Shoude Chang, Youxin Mao, and Costel Flueraru

Imaging Devices Group, Institute for Microstructural Sciences

National Research Council Canada, Ottawa, Ontario, Canada K1A 0R6

ABSTRACT

OCT (optical coherence tomography) is generally regarded as the 6th imaging modality. This light-based system ideally suits for bio-medical diagnostic imaging applications. Outperforming to the time-domain OCT, Swept-Source OCT (SSOCT) is termed as the second generation OCT, in which, usually, thousand of individual wavelengths are sent into the system in a time sequence. The backscattered or back reflected light from the testing sample is collected by a sensor corresponding to each wavelength. The thousand received signals actually represent the Fourier coefficients in the spectrum domain. However, these coefficients only have real positive values as the sensor can only produce intensity signal. This paper describes the signal processing issues related with this intensity spectrum. Various filters, high-pass, low-pass and band-pass; spectrum decomposition; spectrum combination are discussed and demonstrated. A method for spectral synthesis of multiple light sources is presented.

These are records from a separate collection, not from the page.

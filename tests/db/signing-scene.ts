import { randomUUID } from 'node:crypto';
import { and, eq } from 'drizzle-orm';
import { withScope } from '@/db/client';
import { companies, guests, jobs, people } from '@/db/schema';
import type { Guest } from '@/lib/contracts/actor';
import type { CompanySettings } from '@/lib/contracts/company';
import type { OfferView } from '@/lib/contracts/offer';
import type { Result } from '@/lib/contracts/result';
import type { SchemeView } from '@/lib/contracts/scheme';
import type { ChoiceChange } from '@/lib/engine/types';
import { applyChange } from '@/lib/engine/choices';
import { takeoff } from '@/lib/engine/takeoff';
import { termsOf } from '@/lib/contracts/terms';
import { publishEdition } from '@/lib/services/edition/publish';
import { prepareOffer } from '@/lib/services/offer/prepare';
import { changeScheme } from '@/lib/services/scheme/change';
import { createScheme } from '@/lib/services/scheme/create';
import { signOffer } from '@/lib/services/signature/sign';
import { importSurvey } from '@/lib/services/survey/import';
import { CHOICES, costs, edition, SURVEY } from './kitchen-scene';
import { addContractor, addHousehold, SETTINGS, valueOf, type Contractor, type Household } from './scene';

/** Four payments under Massachusetts' rule set; invented but for the rule set's own figures. */
export const SELLING: CompanySettings = {
  ...SETTINGS,
  ruleSet: 'MA',
  drawPlan: [
    { label: 'Deposit', share: 300_000, due: 'signing' },
    { label: 'Materials are in', share: 400_000, due: 'materialsIn' },
    { label: 'Installation begins', share: 200_000, due: 'installing' },
    { label: 'Walk-through', share: 100_000, due: 'walkThrough' },
  ],
  insurance: 'Insured.',
  permits: 'The contractor gets them.',
  disconnects: 'Licensed trades.',
  startWindow: 'within six weeks',
  salespersonLimitCents: 500,
};

/** A contractor who can sell: settings, a price book with costs. */
export async function addSeller(slug: string): Promise<Contractor> {
  const contractor = await addContractor(slug);
  await withScope(contractor.worker, (tx) =>
    tx.update(companies).set({ settings: SELLING }).where(eq(companies.id, contractor.companyId)),
  );
  valueOf(await publishEdition(contractor.owner, { edition: edition(1), costs: costs(1) }));
  return contractor;
}

export interface Sale extends Household {
  readonly contractor: Contractor;
  /** The second of the household, who signs too. */
  readonly second: Guest;
  readonly scheme: SchemeView;
}

/** A household of two signers with a surveyed kitchen and a proposed scheme. */
export async function addSale(contractor: Contractor): Promise<Sale> {
  const household = await addHousehold(contractor);
  const { jobId, guest } = household;
  const { companyId } = contractor;
  const second: Guest = {
    ...guest,
    personId: randomUUID(),
    name: `${guest.name}, second`,
    email: guest.email.replace('guest', 'second'),
  };
  await withScope(contractor.worker, async (tx) => {
    const [row] = await tx.query.editions.findMany({ limit: 1 });
    await tx
      .update(jobs)
      .set({ editionId: row?.id, stage: 'choosing' })
      .where(and(eq(jobs.companyId, companyId), eq(jobs.id, jobId)));
    const { personId, email, name } = second;
    await tx.insert(people).values({ companyId, id: personId, email, name });
    await tx.insert(guests).values({ companyId, jobId, personId, signer: true });
  });
  valueOf(await importSurvey(contractor.seller, { jobId, survey: SURVEY }));
  const scheme = valueOf(
    await createScheme(contractor.seller, { jobId, name: 'Proposed', choices: CHOICES, decided: [] }),
  );
  return { ...household, contractor, second, scheme };
}

export const signatureOf = (offer: OfferView, jobId: string, text = 'A signature') => ({
  jobId,
  offerId: offer.id,
  sha256: offer.sha256,
  consent: { accepted: true, sha256: offer.body.consent.sha256 },
  means: { kind: 'typed', text },
});

export const prepare = async (sale: Sale): Promise<OfferView> =>
  valueOf(await prepareOffer(sale.guest, { jobId: sale.jobId, schemeId: sale.scheme.id }));

export const sign = (who: Guest, offer: OfferView): Promise<Result<OfferView>> =>
  signOffer(who, signatureOf(offer, who.jobId, who.name));

/** Both sign the agreement; page 1 is sealed. */
export async function sealAgreement(sale: Sale): Promise<OfferView> {
  const offer = await prepare(sale);
  valueOf(await sign(sale.guest, offer));
  return valueOf(await sign(sale.second, offer));
}

/** Changes the sale's scheme as its household would. */
export async function choose(sale: Sale, change: ChoiceChange): Promise<Sale> {
  const { jobId, scheme, guest } = sale;
  const choices = applyChange(scheme.choices, change);
  const totalCents = takeoff(SURVEY, edition(1), choices, termsOf(SELLING)).total;
  const changed = valueOf(
    await changeScheme(guest, {
      jobId,
      schemeId: scheme.id,
      version: scheme.version,
      changes: [change],
      totalCents,
    }),
  );
  return { ...sale, scheme: changed };
}

export const to = (
  option: string,
  key: 'style' | 'species' | 'finish' | 'crown' = 'finish',
): ChoiceChange => ({ key, zone: 'kitchen', option });
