describe("the webhook's door", () => {
  const knock = (body: string, signature: string | null) =>
    POST(
      new Request('http://localhost:4300/api/webhooks/stripe', {
        method: 'POST',
        body,
        headers: signature === null ? {} : { 'stripe-signature': signature },
      }),
    );

  it('opens to what is signed, byte for byte, and answers 400 to everything else', async () => {
    const household = await addHousehold(tern);
    const intentId = await begin(household);
    await service.pay(tern.account, intentId);
    const before = await readHeld(tern, household);
    const [event] = (await service.events(intentId)).slice(-1);
    const body = JSON.stringify(event, null, 2);
    const signature = signPayload(body, process.env.STRIPE_WEBHOOK_SECRET ?? '');
    expect((await knock(`${body} `, signature)).status).toBe(400);
    expect((await knock(body, signPayload(body, 'whsec_other'))).status).toBe(400);
    expect((await knock(body, null)).status).toBe(400);
    expect(await readHeld(tern, household)).toEqual(before);
    expect((await knock(body, signature)).status).toBe(200);
    expect((await readHeld(tern, household)).draws[0]?.state).toBe('paid');
  });
});

describe('when the service cannot be asked', () => {
  it('nothing of the event is stored, and its next delivery posts it', async () => {
    const household = await addHousehold(tern);
    const intentId = await begin(household);
    await service.pay(tern.account, intentId);
    const before = await readHeld(tern, household);
    const paid = (await service.events(intentId)).find((event) => event.type === 'payment_intent.succeeded');
    if (!paid) throw new Error('no such event');
    // The library asks three times in all.
    await service.loseAnswers(intentId, 3);
    expect(await deliver(paid)).toBe(503);
    expect(await readHeld(tern, household)).toEqual(before);
    expect(await deliver(paid)).toBe(200);
    expect((await readHeld(tern, household)).draws[0]?.state).toBe('paid');
  });

  it('an answer to the start that gets lost makes no second intent', async () => {
    const household = await addHousehold(tern);
    await service.loseAnswers(null, 1);
    const intentId = await begin(household);
    expect(await begin(household)).toBe(intentId);
    const created = (await service.events(intentId)).filter(
      (event) => event.type === 'payment_intent.created',
    );
    expect(created).toHaveLength(1);
  });
});
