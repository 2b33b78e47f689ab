import { afterAll, beforeAll, describe, expect, it, vi } from 'vitest';
import { closePool } from '@/db/client';
import { POST } from '@/app/api/[company]/invitations/[token]/acceptance/route';
import { cloneTestDatabase, type TestDatabase } from '@/lib/local/test-database';
import { issueInvitation } from '@/lib/services/invitation/send';
import { resolveActor } from '@/lib/services/session/resolve-actor';
import { addContractor, addHousehold, valueOf, type Contractor, type Household } from './scene';

interface Address {
  readonly emailAddress: string;
  readonly verification: { readonly status: string } | null;
}

// Who is signed in, and which addresses are theirs, is the sign-in service's to say.
const visitor = vi.hoisted(() => ({ id: 'user_mara', emailAddresses: [] as Address[] }));
vi.mock('@clerk/nextjs/server', () => ({
  auth: () => Promise.resolve({ userId: visitor.id }),
  clerkClient: () =>
    Promise.resolve({
      users: {
        getUser: () =>
          Promise.resolve({ ...visitor, firstName: 'Mara', lastName: null, primaryEmailAddressId: null }),
      },
    }),
}));

let database: TestDatabase;
let tern: Contractor;
let lane: Household;

beforeAll(async () => {
  database = await cloneTestDatabase();
  tern = await addContractor('tern-hollow');
  lane = await addHousehold(tern);
});

afterAll(async () => {
  await closePool();
  await database.drop();
});

const accept = (token: string) =>
  POST(
    new Request('http://localhost:4300/api/x', {
      method: 'POST',
      headers: { origin: process.env.APP_ORIGIN ?? '' },
    }),
    { params: Promise.resolve({ company: 'tern-hollow', token }) },
  );

describe('the acceptance of an invitation', () => {
  it('counts an address only once the sign-in service has seen it verified', async () => {
    const email = 'mara@winslade.example';
    const { token } = valueOf(await issueInvitation(tern.owner, { jobId: lane.jobId, email, name: 'Mara' }));
    const whoIs = () => resolveActor({ slug: 'tern-hollow', clerkUserId: visitor.id, jobId: lane.jobId });
    for (const verification of [null, { status: 'unverified' }, { status: 'expired' }]) {
      visitor.id = `user_${verification?.status}`;
      visitor.emailAddresses = [{ emailAddress: email, verification }];
      expect((await accept(token)).status).toBe(403);
      expect(await whoIs()).toBeNull();
    }
    visitor.id = 'user_mara';
    visitor.emailAddresses = [
      { emailAddress: 'other@winslade.example', verification: { status: 'unverified' } },
      { emailAddress: email, verification: { status: 'verified' } },
    ];
    const accepted = await accept(token);
    expect(await accepted.json()).toEqual({ jobId: lane.jobId, company: 'tern-hollow' });
    expect(await whoIs()).toMatchObject({ kind: 'guest', name: 'Mara', email });
  });
});
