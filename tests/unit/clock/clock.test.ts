import { afterEach, describe, expect, it, vi } from 'vitest';
import { now } from '@/lib/adapters/clock';

afterEach(() => vi.unstubAllEnvs());

describe('the clock', () => {
  it('can be stopped where something stands in for a real service', () => {
    vi.stubEnv('STILEWRIGHT_CLOCK', '2026-07-01T12:00:00Z');
    for (const [environment, base] of [
      ['test', ''],
      ['production', 'http://localhost:4320'],
    ]) {
      vi.stubEnv('NODE_ENV', environment ?? '');
      vi.stubEnv('STRIPE_API_BASE', base ?? '');
      expect(now().toISOString()).toBe('2026-07-01T12:00:00.000Z');
    }
  });

  it('cannot be stopped in production beside the real services', () => {
    vi.stubEnv('STILEWRIGHT_CLOCK', '2001-07-01T12:00:00Z');
    vi.stubEnv('NODE_ENV', 'production');
    vi.stubEnv('STRIPE_API_BASE', '');
    expect(now().getUTCFullYear()).toBeGreaterThan(2001);
  });

  it('that is set to no instant stops the work, not the clock', () => {
    vi.stubEnv('STILEWRIGHT_CLOCK', 'noon');
    expect(() => now()).toThrow('noon');
  });
});
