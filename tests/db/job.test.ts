import { and, eq } from 'drizzle-orm';
import { afterAll, beforeAll, describe, expect, it } from 'vitest';
import { closePool, withScope } from '@/db/client';
import { audit, draws, jobs, ledger } from '@/db/schema';
import type { DrawState, JobStage } from '@/lib/contracts/states';
import { cloneTestDatabase, type TestDatabase } from '@/lib/local/test-database';
import { createJob } from '@/lib/services/job/create';
import { findJobByNumber } from '@/lib/services/job/find-by-number';
import { listJobs } from '@/lib/services/job/list';
import { moveJobStage } from '@/lib/services/job/move-stage';
import { readJob } from '@/lib/services/job/read';
import { sendInvitation } from '@/lib/services/invitation/send';
import { addContractor, addHousehold, codeOf, valueOf, type Contractor, type Household } from './scene';

let database: TestDatabase;
let tern: Contractor;
let quill: Contractor;
let lane: Household;
let race: Household;

beforeAll(async () => {
  database = await cloneTestDatabase();
  tern = await addContractor('tern-hollow');
  quill = await addContractor('quillback');
  lane = await addHousehold(tern);
  race = await addHousehold(tern);
});

afterAll(async () => {
  await closePool();
  await database.drop();
});

const at = (jobId: string) => and(eq(jobs.companyId, tern.companyId), eq(jobs.id, jobId));
const setStage = (jobId: string, stage: JobStage) =>
  withScope(tern.worker, (tx) => tx.update(jobs).set({ stage }).where(at(jobId)));

async function addDraws(jobId: string, first: DrawState): Promise<void> {
  await withScope(tern.worker, (tx) =>
    tx.insert(draws).values(
      (['signing', 'materialsIn', 'installing', 'walkThrough'] as const).map((due, index) => ({
        companyId: tern.companyId,
        jobId,
        number: index + 1,
        label: due,
        due,
        amountCents: 100_00,
        state: index === 0 ? first : ('planned' as const),
      })),
    ),
  );
}

const statesOf = (jobId: string) =>
  withScope(tern.worker, async (tx) => {
    const rows = await tx.select().from(draws).where(eq(draws.jobId, jobId)).orderBy(draws.number);
    return rows.map((row) => row.state);
  });

describe('a job', () => {
  it('opened by staff gets the company’s next number, also when ten are opened at once', async () => {
    const own = await addContractor('reedmace');
    const opened = await Promise.all(
      Array.from({ length: 10 }, (_, n) => createJob(own.seller, { name: `Job ${n}`, address: 'Lane' })),
    );
    const numbers = opened.map((one) => valueOf(one).number).sort((a, b) => a - b);
    expect(numbers).toEqual([1, 2, 3, 4, 5, 6, 7, 8, 9, 10]);
    expect(valueOf(await createJob(own.owner, { name: 'Next', address: 'Lane' }))).toMatchObject({
      number: 11,
      stage: 'measured',
      salesperson: { id: own.owner.personId },
    });
    const ofOther = { name: 'x', address: 'y', salespersonId: tern.seller.personId };
    expect(codeOf(await createJob(own.owner, ofOther))).toBe('notFound');
    expect(codeOf(await createJob(own.owner, { name: ' ', address: '' }))).toBe('invalid');
  });

  it('is found by its household and its staff; another household and another company get notFound', async () => {
    const which = { jobId: lane.jobId };
    for (const actor of [lane.guest, tern.owner, tern.seller]) {
      expect(valueOf(await readJob(actor, which)).id).toBe(lane.jobId);
    }
    for (const stranger of [race.guest, quill.owner, quill.seller]) {
      expect(codeOf(await readJob(stranger, which))).toBe('notFound');
    }
    expect(codeOf(await readJob(tern.owner, { jobId: 'x' }))).toBe('notFound');
  });

  it('is opened, listed and moved by staff of its company alone', async () => {
    const move = { jobId: lane.jobId, to: 'choosing' };
    expect(codeOf(await createJob(lane.guest, { name: 'x', address: 'y' }))).toBe('notAllowed');
    expect(codeOf(await listJobs(lane.guest))).toBe('notAllowed');
    expect(codeOf(await moveJobStage(lane.guest, move))).toBe('notAllowed');
    expect(codeOf(await moveJobStage(quill.owner, move))).toBe('notFound');
    expect(codeOf(await findJobByNumber(quill.owner, 9999))).toBe('notFound');
    const own = valueOf(await listJobs(tern.owner)).map((job) => job.id);
    expect(own.sort()).toEqual([lane.jobId, race.jobId].sort());
    expect(valueOf(await listJobs(quill.owner))).toEqual([]);
  });
});

describe('stages', () => {
  it('follow each other; asked twice, the second changes nothing', async () => {
    const { jobId } = await addHousehold(tern);
    expect(codeOf(await moveJobStage(tern.owner, { jobId, to: 'installing' }))).toBe('conflict');
    expect(valueOf(await moveJobStage(tern.owner, { jobId, to: 'choosing' })).stage).toBe('choosing');
    expect(valueOf(await moveJobStage(tern.owner, { jobId, to: 'choosing' })).stage).toBe('choosing');
    const rows = await withScope(tern.worker, (tx) => tx.select().from(audit).where(eq(audit.jobId, jobId)));
    expect(rows.map((row) => row.verb)).toEqual(['job.moveStage']);
    expect(codeOf(await moveJobStage(tern.owner, { jobId, to: 'signed' }))).toBe('conflict');
    expect(codeOf(await moveJobStage(tern.owner, { jobId, to: 'elsewhere' }))).toBe('invalid');
  });

  it('the shop gets nothing before the first payment has been received', async () => {
    const { jobId } = await addHousehold(tern);
    await setStage(jobId, 'signed');
    expect(codeOf(await moveJobStage(tern.seller, { jobId, to: 'released' }))).toBe('conflict');
    await addDraws(jobId, 'processing');
    expect(codeOf(await moveJobStage(tern.seller, { jobId, to: 'released' }))).toBe('conflict');
    await withScope(tern.worker, (tx) =>
      tx
        .update(draws)
        .set({ state: 'paid' })
        .where(and(eq(draws.jobId, jobId), eq(draws.number, 1))),
    );
    expect(valueOf(await moveJobStage(tern.seller, { jobId, to: 'released' })).stage).toBe('released');
  });

  it('make the payments due that fall due there, and no others', async () => {
    const { jobId } = await addHousehold(tern);
    await setStage(jobId, 'released');
    await addDraws(jobId, 'paid');
    await moveJobStage(tern.owner, { jobId, to: 'materialsIn' });
    expect(await statesOf(jobId)).toEqual(['paid', 'due', 'planned', 'planned']);
    await moveJobStage(tern.owner, { jobId, to: 'installing' });
    expect(await statesOf(jobId)).toEqual(['paid', 'due', 'due', 'planned']);
  });
});

describe('the desk’s list', () => {
  it('says what each job waits for, what it comes to and what was paid', async () => {
    const { jobId } = await addHousehold(tern);
    const own = async () => valueOf(await listJobs(tern.owner)).find((job) => job.id === jobId);
    expect(await own()).toMatchObject({
      salesperson: tern.seller.name,
      signed: false,
      sumCents: null,
      nextStep: 'Propose a scheme and invite the household.',
    });
    await setStage(jobId, 'signed');
    await addDraws(jobId, 'due');
    expect((await own())?.nextStep).toBe('The deposit is due.');
    const entry = { companyId: tern.companyId, jobId, memo: 'm', at: new Date() };
    await withScope(tern.worker, (tx) =>
      tx.insert(ledger).values([
        { ...entry, kind: 'agreement', amountCents: 900_00, pageSequence: 1 },
        { ...entry, kind: 'changeOrder', amountCents: -50_00, pageSequence: 2 },
        { ...entry, kind: 'payment', amountCents: -300_00, externalId: 'ch_1' },
        { ...entry, kind: 'refund', amountCents: 20_00, externalId: 're_1' },
      ]),
    );
    expect(await own()).toMatchObject({ signed: true, sumCents: 850_00, paidCents: 280_00 });
  });

  it('tells an open invitation from one that nobody sent', async () => {
    const contractor = await addContractor('sedge');
    const job = valueOf(await createJob(contractor.owner, { name: 'Alder Row', address: 'Lane' }));
    await moveJobStage(contractor.owner, { jobId: job.id, to: 'choosing' });
    const nextStep = async () => valueOf(await listJobs(contractor.owner))[0]?.nextStep;
    expect(await nextStep()).toBe('Invite the household.');
    valueOf(await sendInvitation(contractor.owner, { jobId: job.id, email: 'a@b.example', name: 'A' }));
    expect(await nextStep()).toBe('The household has not opened its invitation yet.');
  });
});
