import { mkdtempSync, rmSync } from 'node:fs';
import { tmpdir } from 'node:os';
import path from 'node:path';
import postgres from 'postgres';
import { afterAll, beforeAll, describe, expect, it } from 'vitest';
import { z } from 'zod';
import { closePool, withScope } from '@/db/client';
import { enqueue, workQueues, type Handlers } from '@/lib/adapters/queue';
import type { MailJob } from '@/lib/contracts/jobs';
import { startMailFake } from '@/lib/local/mail/server';
import { freePort } from '@/lib/local/ports';
import { cloneTestDatabase, type TestDatabase } from '@/lib/local/test-database';
import { deliverMail } from '@/lib/services/mail/deliver';
import { addContractor, type Contractor } from './scene';

let database: TestDatabase;
let owner: postgres.Sql;
let tern: Contractor;
let mailbox: Awaited<ReturnType<typeof startMailFake>>;
const folder = mkdtempSync(path.join(tmpdir(), 'mails-'));

beforeAll(async () => {
  database = await cloneTestDatabase();
  owner = postgres(database.ownerUrl, { max: 1 });
  const smtpPort = await freePort(4700 + (process.pid % 400) * 2);
  const mailboxPort = await freePort(smtpPort + 1, new Set([smtpPort]));
  mailbox = await startMailFake({ smtpPort, mailboxPort, stateFolder: folder });
  process.env.SMTP_URL = `smtp://127.0.0.1:${smtpPort}`;
  tern = await addContractor('tern-hollow');
});

afterAll(async () => {
  await closePool();
  await owner.end();
  await mailbox.stop();
  await database.drop();
  rmSync(folder, { recursive: true, force: true });
});

const mail = (subject: string): MailJob => ({
  companyId: tern.companyId,
  to: { name: 'Mara <b>Winslade</b>', email: 'mara@winslade.example' },
  subject,
  text: 'The first paragraph.\n\nThe second & last.',
  action: { label: 'Open it', url: 'http://localhost:4300/tern-hollow?a=1&b=2' },
});

const put = (payload: MailJob, then: () => void = () => undefined) =>
  withScope(tern.worker, async (tx) => {
    const id = await enqueue(tx, 'mail', payload);
    then();
    return id;
  });

const stateOf = async (id: string) => {
  const [row] = await owner`select state, retry_count, dead_letter from pgboss.job where id = ${id}`;
  return row && { ...row };
};

/** Runs a worker until `handle` has been called for the job, then stops it; what it was doing is finished first. */
async function workUntilDone(id: string, handle: Handlers['mail']): Promise<void> {
  const nothing = () => Promise.resolve();
  let done: () => void = nothing;
  const called = new Promise<void>((resolve) => (done = resolve));
  const worker = await workQueues({
    mail: async (payload, job) => {
      try {
        await handle(payload, job);
      } finally {
        if (job.id === id) done();
      }
    },
    paymentReceipt: nothing,
    pageSealed: nothing,
  });
  await called;
  await worker.stop();
}

const waitShape = z.object({
  mail: z.object({
    from: z.string(),
    subject: z.string(),
    text: z.string(),
    html: z.string(),
    links: z.array(z.string()),
  }),
});

describe('a job put in a queue', () => {
  it('is there when its transaction is kept and not when it is taken back', async () => {
    await expect(
      put(mail('Taken back'), () => {
        throw new Error('changed my mind');
      }),
    ).rejects.toThrow('changed my mind');
    const kept = await put(mail('Kept'));
    const rows = await owner`select id, data from pgboss.job where name = 'mail'`;
    expect(rows.map((row) => row.id)).toEqual([kept]);
    expect(rows[0]?.data).toEqual(mail('Kept'));
  });

  it('whose payload is not what the queue takes is refused at once', async () => {
    await expect(put({ ...mail('x'), companyId: 'nobody' })).rejects.toThrow();
  });

  it('that fails is kept for another try and knows where it goes after the last', async () => {
    const id = await put(mail('Fails'));
    await workUntilDone(id, () => Promise.reject(new Error('the mail server is away')));
    expect(await stateOf(id)).toEqual({ state: 'retry', retry_count: 0, dead_letter: 'failed' });
  });

  it('is done by a worker that connects as the program does: the mail arrives in the contractor’s name', async () => {
    const id = await put(mail('Your kitchen'));
    await workUntilDone(id, deliverMail);
    expect(await stateOf(id)).toMatchObject({ state: 'completed' });
    const answer = await fetch(`${mailbox.origin}/api/wait?to=mara@winslade.example&subject=Your%20kitchen`);
    const { mail: arrived } = waitShape.parse(await answer.json());
    expect(arrived.from).toBe(`no-reply@${process.env.MAIL_DOMAIN}`);
    expect(arrived.text).toContain('tern-hollow, (555) 010-0100');
    expect(arrived.text).toContain('The first paragraph.\n\nThe second & last.');
    expect(arrived.html).toContain('Mara &lt;b&gt;Winslade&lt;/b&gt;');
    expect(arrived.html).toContain('#0b5d63');
    expect(arrived.links).toContain('http://localhost:4300/tern-hollow?a=1&b=2');
  });
});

Key words: optical coherence tomography, swept source OCT, spectral signal processing. 1. INTRODUCTION

Optical coherence tomography (OCT) is an emerging technology for high-resolution cross-sectional imaging of 3D structures. The first OCT system was reported by Fujimoto et al in 1991 [1], and then the OCT technology has been attracting attentions of researchers all around world [2,3].

OCT relies on the interferometric measurement of coherent back scattering variation to sense the surface structure of test samples like biological tissues or other turbid materials. It takes advantage of the short temporal coherence of a broadband light source to achieve precise optical sectioning in the depth dimension.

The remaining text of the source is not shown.